The Proper Way
This gets really complicated, really quickly! Some factors:
- Albedo, or how much light the earth gives off. This is about 0.3 for back-of napkin efforts, but actually depends on what material is pointing to the sky (and atmosphere).
- Incoming solar energy, which starts as a baseline energy for the whole planet but also changes based on location (because the earth is round).
You then get to develop or find a climate model that takes the above factors in, calculates their effects on currents and wind, and allow for a variable incoming wattage, get a degree in astro-meteorology, and get the final answer.
The Improper Way
It's time for radical approximations. We are talking spherical cows, frictionless planes, negligible air resistance sort of approximations! Nevermind that incident solar energy runs the weather and determines the climates of the world, which then in turn determines average temperature for a given time and season! We don't have time for that!
The general approach here would be...
- Select a real city given city to use as your approximate stand in for your hypothetical earth
- Get an average temperature and solar radiance for that city
- Use the Stephan-Bolzmann law to figure out the heat flux out for that spot.

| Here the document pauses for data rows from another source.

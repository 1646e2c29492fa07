import { expect, test } from "vitest";
import { joinStrata } from "../../src/covariates/by-stratum.ts";
import type { ColumnRecipe, CovariateMatrix } from "../../src/covariates/result.ts";
import { fromColumns } from "../../src/data/matrix.ts";
import { mean, sampleSd } from "../../src/math/quantile.ts";

const north = [42, 71, 18, 95];
const south = [12, 9, 25, 4];
const recipe = (name: string, values: readonly number[], unit = "cm"): ColumnRecipe => ({
  name,
  theme: "snow",
  unit,
  definition: `mean of ${name}`,
  transform: undefined,
  detrend: "none",
  trend: [0, 0],
  centre: mean(values),
  scale: sampleSd(values),
  filled: [],
  range: [Math.min(...values), Math.max(...values)],
});
const standard = (values: readonly number[]) =>
  values.map((value) => (value - mean(values)) / sampleSd(values));
const matrix: CovariateMatrix = {
  names: ["north", "south", "same"],
  recipes: [recipe("north", north), recipe("south", south), recipe("same", south, "mm")],
  rows: ["a", "b", "c", "d"],
  raw: fromColumns([north, south, south], 4),
  standard: fromColumns([standard(north), standard(south), standard(south)], 4),
};
const strata = ["site: north", "site: south"];

test("standardised over strata and intervals together, in the order of the strata", () => {
  const joined = joinStrata(matrix, "snow", strata, ["north", "south"], { type: "sample" });
  const all = [...north, ...south];
  // mean and sd (n − 1) of the eight values: 34.5 and √(7498/7) by hand
  expect(joined.recipe.centre).toBeCloseTo(34.5, 12);
  expect(joined.recipe.scale).toBeCloseTo(Math.sqrt(7498 / 7), 10);
  all.forEach((value, r) => {
    expect(joined.recipe.centre + joined.recipe.scale * joined.values[r]).toBeCloseTo(value, 12);
  });
  expect(mean(joined.values)).toBeCloseTo(0, 12);
  expect(sampleSd(joined.values)).toBeCloseTo(1, 12);
  expect(joined.recipe.range).toEqual([4, 95]);
  expect(joined.recipe.definition).toBe("site: north: mean of north; site: south: mean of south");
});

test("unstandardised values stay in their unit", () => {
  const { values } = joinStrata(matrix, "snow", strata, ["north", "south"], { type: "none" });
  [...north, ...south].forEach((value, r) => {
    expect(values[r]).toBeCloseTo(value, 12);
  });
});

test("unlike units and a covariate that left the matrix are refused by name", () => {
  const join = (parts: readonly string[]) => () =>
    joinStrata(matrix, "snow", strata, parts, { type: "sample" });
  expect(join(["north", "same"])).toThrow("expected one unit in all strata, found north in cm, same in mm");
  expect(join(["north", "gone"])).toThrow("found gone, which was left out for missing values");
});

- Use this to get a ratio of energy lost from the sun to energy gained from the sun
- Figure out the new solar radiance for your hypothetical earth and location.
- Use the ratio from 4 to determine how much energy the new hypothetical spot is putting back out into space
- Use Stephan-Bolzmann to figure out the new temperature, using the energy flux from 6.
Using that Stephan-Bolzmann law for a whole planet is more accurate, because you do not have winds and waves doing things like transferring heat to or away from the area of consideration. We know Earth's albedo is about 0.3, so we can jump directly to taking solar flux and bringing it in to get temperature.
Make sure, once again, to use that grey body approximation!